┌─ Given entries

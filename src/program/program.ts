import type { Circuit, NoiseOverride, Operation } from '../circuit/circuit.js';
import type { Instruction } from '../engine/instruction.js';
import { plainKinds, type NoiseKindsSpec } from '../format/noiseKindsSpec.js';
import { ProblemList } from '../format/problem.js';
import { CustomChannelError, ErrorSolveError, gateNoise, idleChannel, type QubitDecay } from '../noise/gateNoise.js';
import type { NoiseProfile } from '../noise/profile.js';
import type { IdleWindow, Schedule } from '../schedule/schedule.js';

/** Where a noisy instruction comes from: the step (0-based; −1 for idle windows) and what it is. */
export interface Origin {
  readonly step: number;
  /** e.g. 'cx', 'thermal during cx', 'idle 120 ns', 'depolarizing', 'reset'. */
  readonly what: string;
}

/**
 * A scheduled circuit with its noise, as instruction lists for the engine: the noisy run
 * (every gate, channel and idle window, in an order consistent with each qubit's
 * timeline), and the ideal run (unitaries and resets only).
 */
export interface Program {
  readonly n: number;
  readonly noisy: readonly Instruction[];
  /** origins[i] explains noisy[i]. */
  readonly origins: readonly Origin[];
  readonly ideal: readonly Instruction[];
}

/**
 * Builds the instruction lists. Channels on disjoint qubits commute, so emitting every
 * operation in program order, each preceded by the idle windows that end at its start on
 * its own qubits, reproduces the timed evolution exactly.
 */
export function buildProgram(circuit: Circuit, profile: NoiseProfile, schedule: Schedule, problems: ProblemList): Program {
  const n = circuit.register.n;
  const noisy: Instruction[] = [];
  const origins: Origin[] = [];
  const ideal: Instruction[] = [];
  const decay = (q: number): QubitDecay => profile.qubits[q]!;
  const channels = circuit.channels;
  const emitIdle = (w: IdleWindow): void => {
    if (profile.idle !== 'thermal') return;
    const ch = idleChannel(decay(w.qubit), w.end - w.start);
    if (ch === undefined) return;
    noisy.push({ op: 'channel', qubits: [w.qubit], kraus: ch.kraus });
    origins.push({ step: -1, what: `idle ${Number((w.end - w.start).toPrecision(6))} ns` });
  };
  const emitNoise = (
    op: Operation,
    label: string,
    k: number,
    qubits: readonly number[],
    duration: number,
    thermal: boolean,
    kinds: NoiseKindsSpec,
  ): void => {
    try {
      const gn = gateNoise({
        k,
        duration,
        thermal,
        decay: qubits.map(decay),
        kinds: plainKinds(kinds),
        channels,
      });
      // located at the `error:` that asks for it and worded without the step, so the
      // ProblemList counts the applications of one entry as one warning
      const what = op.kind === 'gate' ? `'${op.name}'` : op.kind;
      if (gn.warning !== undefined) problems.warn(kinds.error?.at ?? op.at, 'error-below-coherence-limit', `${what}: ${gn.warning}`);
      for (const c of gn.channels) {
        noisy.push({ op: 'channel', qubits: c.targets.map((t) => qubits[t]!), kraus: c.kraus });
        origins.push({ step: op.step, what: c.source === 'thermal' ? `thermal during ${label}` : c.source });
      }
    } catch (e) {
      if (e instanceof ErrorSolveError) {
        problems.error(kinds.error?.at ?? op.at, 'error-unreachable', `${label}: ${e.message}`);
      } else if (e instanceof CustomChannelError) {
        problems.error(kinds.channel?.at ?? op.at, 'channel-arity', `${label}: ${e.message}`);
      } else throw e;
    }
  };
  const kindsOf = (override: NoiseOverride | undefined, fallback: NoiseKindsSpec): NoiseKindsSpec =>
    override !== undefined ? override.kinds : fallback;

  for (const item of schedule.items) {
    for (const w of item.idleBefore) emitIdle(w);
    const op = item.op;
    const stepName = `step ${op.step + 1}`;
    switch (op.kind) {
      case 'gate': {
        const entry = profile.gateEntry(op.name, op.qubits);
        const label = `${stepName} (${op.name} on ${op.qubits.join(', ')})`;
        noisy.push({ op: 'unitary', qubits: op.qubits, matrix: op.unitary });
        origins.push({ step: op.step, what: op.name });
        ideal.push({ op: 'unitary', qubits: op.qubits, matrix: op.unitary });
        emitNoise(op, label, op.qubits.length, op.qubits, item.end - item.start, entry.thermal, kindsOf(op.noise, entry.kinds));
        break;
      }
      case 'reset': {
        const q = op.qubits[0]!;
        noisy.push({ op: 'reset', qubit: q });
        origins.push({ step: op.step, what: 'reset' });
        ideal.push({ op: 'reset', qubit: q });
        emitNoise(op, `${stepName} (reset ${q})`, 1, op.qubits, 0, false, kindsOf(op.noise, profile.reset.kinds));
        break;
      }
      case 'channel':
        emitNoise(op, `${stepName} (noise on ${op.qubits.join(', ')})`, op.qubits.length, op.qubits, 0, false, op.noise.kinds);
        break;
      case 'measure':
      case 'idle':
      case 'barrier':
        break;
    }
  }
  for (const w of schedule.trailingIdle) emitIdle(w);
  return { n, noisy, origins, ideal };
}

└─

## Task directions
Scan the material for lines with the word "unitary", and copy each line you find.

## Output below
        noisy.push({ op: 'unitary', qubits: op.qubits, matrix: op.unitary });
        ideal.push({ op: 'unitary', qubits: op.qubits, matrix: op.unitary });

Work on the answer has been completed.